I could not find any documentation on the “big picture” of access control in OpenMRS but I guess we have two possible easy-to-implement designs for this module:
a single module based privilege that gives access to all api methods (kind of like metadata sharing module’s {{MetadataSharingConsts.MODULE_PRIVILEGE}})
separate privileges for managing metadata mappings and reading metadata mappings
I would personally go for the latter design.
However, understanding the big picture of access control would be interesting when thinking about MetadataMappingService#getMetadataItem. The implementation goes around all api level access control related to the metadata item in question. For example, normally you might get a Location via LocationService#getLocation(java.lang.Integer) but metadata mapping module loads it directly from the database thus skipping privilege checks. I don’t know why this would be problem as we are only talking about reading metadata. But still, Location api probably requires privileges for a reason, right?
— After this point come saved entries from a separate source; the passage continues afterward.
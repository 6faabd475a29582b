import { z } from 'zod';
import { quoteRequestListQuerySchema } from '../../../../shared/schemas/order.schema';
import type { QuoteRequestFilters } from '../api/keys';

const fields = quoteRequestListQuerySchema.shape;
const defaults = quoteRequestListQuerySchema.parse({});

/**
 * The server's list query, read field by field: one bad value in the address (an old bookmark, a
 * hand-edited link) falls back to its default without losing the others, and unknown keys are dropped.
 * "Waiting for our price" is the merchant's filter only, so the firm's list never reads it.
 */
const addressQuery = z.object({
  status: fields.status.catch(undefined),
  q: fields.q.catch(undefined),
  sort: fields.sort.catch(defaults.sort),
  dir: fields.dir.catch(defaults.dir),
  page: fields.page.catch(defaults.page),
  page_size: fields.page_size.catch(defaults.page_size),
});

/** The firm's list filters as the address holds them, as the server will read them. */
export function quoteFiltersFromSearch(search: URLSearchParams): QuoteRequestFilters {
  const value = addressQuery.parse(Object.fromEntries(search.entries()));
  return { ...value, q: value.q || undefined };
}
To be specific we should require authentication for get methods (annotate them with @Authorized without specifying privileges) and the “Manage Metadata Mapping” privilege for write access.
I took a closer look at the code and found two more issues we should address:
There is an existing privilege “Metadata Mapping” that does not seem to be used but is created (via config.xml). I suggest we drop this privilege (via liquibase) and use the new and more specific “Manage Metadata Mappings” instead.
The pre 1.1.0 methods in MetadataMappingService, like isAddLocalMappingToConceptOnExport(), do not have any authorization rules. I suggest we apply the same privileges on these methods. On the other hand, would this affect users of Metadata Sharing Module, as it depends on Metadata Mapping Module (and MetadataMappingService)?
I think both changes you suggest make a lot of sense. Metadata Sharing users are unlikely to be affected, because most of them are administrators anyway thus they have all privileges. It is best to fix all methods as you suggest.